- Opening Delimiter -

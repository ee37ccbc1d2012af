"""The commands as a person types them, right and wrong."""

from __future__ import annotations

import json
import shutil
import subprocess
import sys
import zipfile
from pathlib import Path

import openpyxl
import pytest

SAMPLES = Path(__file__).resolve().parents[2] / "sample_workbooks"
GOOD = (SAMPLES / "larkholm_ferries.toml").read_text()


def cellsim(*arguments: str | Path) -> subprocess.CompletedProcess[str]:
    command = [sys.executable, "-m", "cellsim", *map(str, arguments)]
    return subprocess.run(command, capture_output=True, text=True, check=False)


@pytest.fixture
def study(tmp_path: Path) -> Path:
    shutil.copy(SAMPLES / "larkholm_ferries.xlsx", tmp_path)
    path = tmp_path / "larkholm_ferries.toml"
    path.write_text(GOOD)
    return path


def test_check_agrees_on_the_sample() -> None:
    done = cellsim("check", SAMPLES / "larkholm_ferries.xlsx", "--json")
    assert done.returncode == 0, done.stderr
    outcome = json.loads(done.stdout)
    assert outcome["compared"] == outcome["agreeing"] > 300


def test_check_exits_with_1_and_names_the_root_when_a_value_disagrees(tmp_path: Path) -> None:
    """One stored value is changed in the file: that cell disagrees, and nothing that reads it does."""
    source, changed = SAMPLES / "larkholm_ferries.xlsx", tmp_path / "changed.xlsx"
    with zipfile.ZipFile(source) as before, zipfile.ZipFile(changed, "w") as after:
        for name in before.namelist():
            content = before.read(name).decode("utf-8", "surrogateescape")
            if name == "xl/worksheets/sheet5.xml":
                assert content.count("<v>201600</v>") == 1  # 8.40 EUR times 24,000 thousand shares
                content = content.replace("<v>201600</v>", "<v>201601</v>")
            after.writestr(name, content.encode("utf-8", "surrogateescape"))
    done = cellsim("check", changed, "--json")
    assert done.returncode == 1, done.stderr
    wrong = json.loads(done.stdout)["disagreements"]
    assert [(row["cell"], row["stored"], row["root"]) for row in wrong] == [
        ("Market!B4", 201601.0, True)
    ]


def test_check_compares_with_another_workbook_and_writes_what_it_found(tmp_path: Path) -> None:
    """The ferry company's model with another share price against the sample itself."""
    book = openpyxl.load_workbook(SAMPLES / "larkholm_ferries.xlsx")
    book["Market"]["B2"] = 9.0
    book.save(tmp_path / "changed.xlsx")
    written = tmp_path / "check.xlsx"
    options = ["--against", SAMPLES / "larkholm_ferries.xlsx", "--results", written]
    done = cellsim("check", tmp_path / "changed.xlsx", *options)
    assert done.returncode == 1, done.stderr
    assert "1 constant differs" in done.stdout
    assert "Market!B4" in done.stdout
    sheet = openpyxl.load_workbook(written)["Model check"]
    rows = [[cell.value for cell in row] for row in sheet.iter_rows()]
    assert ["Market", 1, 0, 1] in [row[:4] for row in rows]
    found = next(row for row in rows if row[0] == "Market!B4")
    assert found[1:4] == ["=B2*B3", 201600, 216000]
    again = cellsim("check", tmp_path / "changed.xlsx", *options)
    assert again.returncode == 5
    assert "exists already" in again.stderr


def test_check_passes_over_formulas_without_stored_values(tmp_path: Path) -> None:
    book = openpyxl.load_workbook(SAMPLES / "larkholm_ferries.xlsx")
    book.save(tmp_path / "without_values.xlsx")
    done = cellsim("check", tmp_path / "without_values.xlsx", "--json")
    outcome = json.loads(done.stdout)
    assert (done.returncode, outcome["compared"]) == (0, 0)
    assert outcome["without_value"] > 300


def test_run_writes_the_results_and_leaves_the_model_alone(study: Path) -> None:
    model = study.with_suffix(".xlsx")
    before = model.read_bytes()
    done = cellsim("run", study, "--draws", "2000", "--json")
    assert done.returncode == 0, done.stderr
    outcome = json.loads(done.stdout)
    assert outcome["failed_draws"] == 0
    assert model.read_bytes() == before
    names = openpyxl.load_workbook(study.with_name("larkholm_ferries.results.xlsx")).sheetnames
    assert {"Headline", "Quantiles", "Distribution", "Inputs", "Model check", "Run record"} <= set(
        names
    )
    again = cellsim("run", study, "--draws", "2000", "--json")
    assert again.returncode == 5
    assert "exists already" in again.stderr
    third = cellsim("run", study, "--draws", "2000", "--json", "--overwrite", "--threads", "1")
    assert json.loads(third.stdout)["outputs"] == outcome["outputs"]


WRONG = [
    ('cell = "Inputs!C8"', 'cell = "Imputs!C8"', "did you mean 'Inputs'", 4),
    ('cell = "Inputs!C8"', 'cell = "Inputs!C32"', "holds a formula", 4),
    ('label = "Fuel price"', 'label = "Fuel prise"', "expected 'Fuel prise'", 4),
    ('cell = "Inputs!C14"', 'cell = "Inputs!C8"', "already the input", 4),
    ('cell = "Valuation!D18"', 'cell = "Market!B3"', "does not depend on any input", 4),
    ("low = 22\n", "low = 27\n", "low", 4),
    ("weights = [0.35, 0.65]", "weights = [0.35, 0.6]", "weights", 4),
    ("rank_correlation = 0.4", "rank_correlation = 1.4", "1.4", 4),
    ("draws = 100_000", "draws = 0", "draws", 4),
    ('distribution = "pert"', 'distribution = "perl"', "pert", 4),
    ("seed = 4711", "sede = 4711", "seed", 4),
    ("[run]", "[run", "TOML", 4),
    ('workbook = "larkholm_ferries.xlsx"', 'workbook = "larkholm.xlsx"', "is not there", 4),
]


@pytest.mark.parametrize(("old", "new", "words", "status"), WRONG)
def test_wrong_side_cars_are_answered_with_place_and_hint(
    study: Path, old: str, new: str, words: str, status: int
) -> None:
    assert old in GOOD
    study.write_text(GOOD.replace(old, new, 1))
    done = cellsim("run", study)
    assert done.returncode == status, done.stderr
    assert words in done.stderr
    assert "larkholm_ferries.toml" in done.stderr
    assert "Traceback" not in done.stderr
    assert not study.with_name("larkholm_ferries.results.xlsx").exists()


def test_a_missing_model_and_wrong_usage_have_their_own_statuses(tmp_path: Path) -> None:
    assert cellsim("check", tmp_path / "missing.xlsx").returncode == 3
    assert cellsim("run", tmp_path / "missing.toml").returncode == 4
    assert cellsim("chek").returncode == 2
    assert (
        cellsim(
            "run",
            SAMPLES / "larkholm_ferries.toml",
            "--draws",
            "0",
            "--results",
            tmp_path / "r.xlsx",
        ).returncode
        == 2
    )
    assert (
        cellsim(
            "run", SAMPLES / "larkholm_ferries.toml", "--results", tmp_path / "no" / "r.xlsx"
        ).returncode
        == 5
    )


def test_explain_shows_labels_steps_and_the_nearest_name() -> None:
    model = SAMPLES / "larkholm_ferries.xlsx"
    done = cellsim("explain", model, "ShareValue", "--json")
    assert done.returncode == 0, done.stderr
    outcome = json.loads(done.stdout)
    assert outcome["cell"] == "Valuation!D30"
    assert outcome["formula"] == "=D27/D28"
    assert [row["label"] for row in outcome["reads"]] == ["Equity value, not below zero", "Shares"]
    assert outcome["steps"][-1]["value"] == outcome["value"]
    assert abs(outcome["stored"] - outcome["value"]) < 1e-13  # stored with 15 digits
    text = cellsim("explain", model, "Valuation!D15")
    assert "Terminal value" in text.stdout
    parts = text.stdout.partition("step by step")[2].split("\n")
    assert not any(line.strip().startswith("NA()") for line in parts)  # a branch not taken
    wrong = cellsim("explain", model, "ShareValu")
    assert wrong.returncode == 3
    assert "did you mean 'ShareValue'?" in wrong.stderr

- Closing Delimiter -

Work to complete
What lines of the material above contain "ShareValue"? Return each of them.

Task answer
    done = cellsim("explain", model, "ShareValue", "--json")
    assert "did you mean 'ShareValue'?" in wrong.stderr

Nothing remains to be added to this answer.